> What is being asked
Set down exactly the entries below, beginning at their first line and ending at the line with "-- active_periods, the".

== Segment start ==

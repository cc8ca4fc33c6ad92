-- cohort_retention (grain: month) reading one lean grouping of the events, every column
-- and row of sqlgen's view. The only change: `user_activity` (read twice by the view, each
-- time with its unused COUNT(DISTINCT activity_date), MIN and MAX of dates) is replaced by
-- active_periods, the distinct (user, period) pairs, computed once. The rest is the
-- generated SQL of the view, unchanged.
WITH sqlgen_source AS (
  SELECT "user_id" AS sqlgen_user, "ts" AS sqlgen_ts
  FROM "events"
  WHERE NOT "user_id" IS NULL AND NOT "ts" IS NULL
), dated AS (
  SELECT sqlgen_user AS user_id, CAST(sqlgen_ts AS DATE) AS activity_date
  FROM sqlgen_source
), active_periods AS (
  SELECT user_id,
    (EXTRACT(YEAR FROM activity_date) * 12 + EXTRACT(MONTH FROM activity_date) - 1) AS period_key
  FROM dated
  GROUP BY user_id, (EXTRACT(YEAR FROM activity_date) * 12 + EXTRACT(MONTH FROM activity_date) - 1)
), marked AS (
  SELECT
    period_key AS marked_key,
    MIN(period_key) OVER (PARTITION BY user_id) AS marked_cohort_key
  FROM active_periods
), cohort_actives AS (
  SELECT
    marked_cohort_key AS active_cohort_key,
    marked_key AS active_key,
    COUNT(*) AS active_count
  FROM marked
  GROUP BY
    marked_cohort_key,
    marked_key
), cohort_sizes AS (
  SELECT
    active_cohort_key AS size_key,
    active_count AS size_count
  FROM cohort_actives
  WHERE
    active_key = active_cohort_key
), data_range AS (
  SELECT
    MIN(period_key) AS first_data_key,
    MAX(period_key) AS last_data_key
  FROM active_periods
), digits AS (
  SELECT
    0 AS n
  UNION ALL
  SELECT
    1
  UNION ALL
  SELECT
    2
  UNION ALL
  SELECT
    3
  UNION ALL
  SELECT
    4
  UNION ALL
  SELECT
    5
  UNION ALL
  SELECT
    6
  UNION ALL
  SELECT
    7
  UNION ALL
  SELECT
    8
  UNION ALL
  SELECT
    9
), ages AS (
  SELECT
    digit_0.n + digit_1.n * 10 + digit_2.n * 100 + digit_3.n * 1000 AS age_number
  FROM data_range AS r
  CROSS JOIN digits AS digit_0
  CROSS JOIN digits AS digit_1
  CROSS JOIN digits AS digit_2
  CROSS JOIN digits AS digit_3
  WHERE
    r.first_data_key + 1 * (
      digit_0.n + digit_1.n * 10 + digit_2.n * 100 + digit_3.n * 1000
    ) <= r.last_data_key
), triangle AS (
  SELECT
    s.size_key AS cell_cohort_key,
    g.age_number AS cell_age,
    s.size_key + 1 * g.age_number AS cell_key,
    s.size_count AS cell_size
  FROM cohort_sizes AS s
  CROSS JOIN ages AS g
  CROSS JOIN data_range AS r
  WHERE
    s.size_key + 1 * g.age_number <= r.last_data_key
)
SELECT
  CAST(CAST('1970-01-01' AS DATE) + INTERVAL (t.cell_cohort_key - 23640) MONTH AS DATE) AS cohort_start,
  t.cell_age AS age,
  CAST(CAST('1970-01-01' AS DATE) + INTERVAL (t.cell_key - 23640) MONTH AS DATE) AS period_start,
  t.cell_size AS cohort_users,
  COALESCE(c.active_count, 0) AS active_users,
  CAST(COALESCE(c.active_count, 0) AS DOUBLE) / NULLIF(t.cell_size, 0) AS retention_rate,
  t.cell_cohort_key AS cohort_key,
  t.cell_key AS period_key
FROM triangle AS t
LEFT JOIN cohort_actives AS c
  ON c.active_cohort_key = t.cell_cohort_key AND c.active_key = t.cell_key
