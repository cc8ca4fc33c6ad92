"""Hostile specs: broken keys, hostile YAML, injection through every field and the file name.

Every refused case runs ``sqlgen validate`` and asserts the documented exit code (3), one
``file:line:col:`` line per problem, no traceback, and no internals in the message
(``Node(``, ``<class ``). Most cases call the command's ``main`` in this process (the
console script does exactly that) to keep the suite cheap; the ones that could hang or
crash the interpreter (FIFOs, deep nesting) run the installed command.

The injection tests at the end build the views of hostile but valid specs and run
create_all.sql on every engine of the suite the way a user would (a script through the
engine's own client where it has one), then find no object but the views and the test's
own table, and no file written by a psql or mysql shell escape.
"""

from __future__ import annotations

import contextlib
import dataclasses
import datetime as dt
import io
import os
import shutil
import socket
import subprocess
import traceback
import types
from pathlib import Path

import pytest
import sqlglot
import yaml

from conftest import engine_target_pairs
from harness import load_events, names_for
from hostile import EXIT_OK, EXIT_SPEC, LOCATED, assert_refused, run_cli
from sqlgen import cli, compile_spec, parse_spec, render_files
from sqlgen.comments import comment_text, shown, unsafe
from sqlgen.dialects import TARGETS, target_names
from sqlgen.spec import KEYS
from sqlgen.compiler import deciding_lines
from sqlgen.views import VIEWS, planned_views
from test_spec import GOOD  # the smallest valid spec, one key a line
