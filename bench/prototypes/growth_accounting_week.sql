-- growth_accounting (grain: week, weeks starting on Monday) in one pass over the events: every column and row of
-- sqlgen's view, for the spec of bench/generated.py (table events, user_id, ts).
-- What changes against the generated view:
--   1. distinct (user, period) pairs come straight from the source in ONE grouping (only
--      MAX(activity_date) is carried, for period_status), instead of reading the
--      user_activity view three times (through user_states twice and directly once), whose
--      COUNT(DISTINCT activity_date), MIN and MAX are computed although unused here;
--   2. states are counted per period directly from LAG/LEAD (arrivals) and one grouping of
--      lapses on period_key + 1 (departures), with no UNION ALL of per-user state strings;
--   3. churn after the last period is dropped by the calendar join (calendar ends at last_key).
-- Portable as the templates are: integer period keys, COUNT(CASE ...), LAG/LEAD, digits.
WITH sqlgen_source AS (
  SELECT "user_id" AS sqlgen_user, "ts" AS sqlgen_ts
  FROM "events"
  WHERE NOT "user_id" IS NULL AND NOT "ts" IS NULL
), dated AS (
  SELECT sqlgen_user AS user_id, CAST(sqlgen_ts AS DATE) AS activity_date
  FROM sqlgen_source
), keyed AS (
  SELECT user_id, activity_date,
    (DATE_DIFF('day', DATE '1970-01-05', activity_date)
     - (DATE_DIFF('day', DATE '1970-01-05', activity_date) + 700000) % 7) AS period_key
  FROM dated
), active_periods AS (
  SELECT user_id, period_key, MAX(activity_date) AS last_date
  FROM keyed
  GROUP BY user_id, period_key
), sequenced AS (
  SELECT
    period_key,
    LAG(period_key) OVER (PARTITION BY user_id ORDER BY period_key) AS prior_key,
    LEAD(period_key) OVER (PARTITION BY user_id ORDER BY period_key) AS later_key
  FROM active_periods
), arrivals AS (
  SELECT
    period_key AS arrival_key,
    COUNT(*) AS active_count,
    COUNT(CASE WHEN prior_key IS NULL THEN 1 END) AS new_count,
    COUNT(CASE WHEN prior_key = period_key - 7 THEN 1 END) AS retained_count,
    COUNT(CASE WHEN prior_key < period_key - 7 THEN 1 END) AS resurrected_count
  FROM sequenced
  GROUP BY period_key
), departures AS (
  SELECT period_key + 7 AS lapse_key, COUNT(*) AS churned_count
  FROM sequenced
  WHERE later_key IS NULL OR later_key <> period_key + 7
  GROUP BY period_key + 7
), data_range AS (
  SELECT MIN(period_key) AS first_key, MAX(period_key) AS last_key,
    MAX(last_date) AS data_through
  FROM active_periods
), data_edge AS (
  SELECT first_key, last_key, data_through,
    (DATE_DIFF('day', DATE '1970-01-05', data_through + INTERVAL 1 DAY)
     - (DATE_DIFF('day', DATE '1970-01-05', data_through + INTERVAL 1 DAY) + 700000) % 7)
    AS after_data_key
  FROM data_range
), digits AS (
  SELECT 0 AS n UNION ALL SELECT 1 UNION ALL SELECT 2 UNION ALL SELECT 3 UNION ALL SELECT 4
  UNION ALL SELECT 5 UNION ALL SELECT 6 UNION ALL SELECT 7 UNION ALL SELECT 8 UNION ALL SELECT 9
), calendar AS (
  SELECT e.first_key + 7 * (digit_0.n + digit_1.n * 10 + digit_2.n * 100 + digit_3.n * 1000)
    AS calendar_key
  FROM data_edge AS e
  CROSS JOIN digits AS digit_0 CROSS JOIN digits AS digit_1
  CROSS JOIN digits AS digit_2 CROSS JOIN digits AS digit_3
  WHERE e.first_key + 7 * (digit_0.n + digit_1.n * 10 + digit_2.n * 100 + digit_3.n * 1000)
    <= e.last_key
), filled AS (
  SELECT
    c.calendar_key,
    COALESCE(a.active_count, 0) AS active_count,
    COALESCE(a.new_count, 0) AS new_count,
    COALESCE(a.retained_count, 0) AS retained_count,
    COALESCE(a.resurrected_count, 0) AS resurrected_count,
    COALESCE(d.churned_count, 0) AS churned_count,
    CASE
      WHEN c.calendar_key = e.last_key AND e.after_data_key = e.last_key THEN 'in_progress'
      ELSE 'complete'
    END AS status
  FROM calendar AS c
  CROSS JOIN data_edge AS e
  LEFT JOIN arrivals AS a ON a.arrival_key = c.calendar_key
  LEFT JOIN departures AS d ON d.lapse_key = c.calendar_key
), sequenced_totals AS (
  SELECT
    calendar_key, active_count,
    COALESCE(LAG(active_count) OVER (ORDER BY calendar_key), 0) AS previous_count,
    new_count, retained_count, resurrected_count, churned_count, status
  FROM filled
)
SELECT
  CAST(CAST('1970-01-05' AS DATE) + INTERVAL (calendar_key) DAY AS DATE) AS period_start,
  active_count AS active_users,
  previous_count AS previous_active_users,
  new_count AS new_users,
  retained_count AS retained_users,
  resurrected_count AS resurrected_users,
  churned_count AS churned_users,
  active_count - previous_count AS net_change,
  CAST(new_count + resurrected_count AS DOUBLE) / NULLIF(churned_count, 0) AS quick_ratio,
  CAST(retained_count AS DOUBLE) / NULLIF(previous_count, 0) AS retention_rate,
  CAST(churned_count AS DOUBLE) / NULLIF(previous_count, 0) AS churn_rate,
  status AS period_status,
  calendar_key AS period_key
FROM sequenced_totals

== Segment end ==

> Output for this task
repository cc8ca4fc33c6ad92
-- cohort_retention (grain: month) reading one lean grouping of the events, every column
-- and row of sqlgen's view. The only change: `user_activity` (read twice by the view, each
-- time with its unused COUNT(DISTINCT activity_date), MIN and MAX of dates) is replaced by
-- active_periods, the distinct (user, period) pairs, computed once. The rest is the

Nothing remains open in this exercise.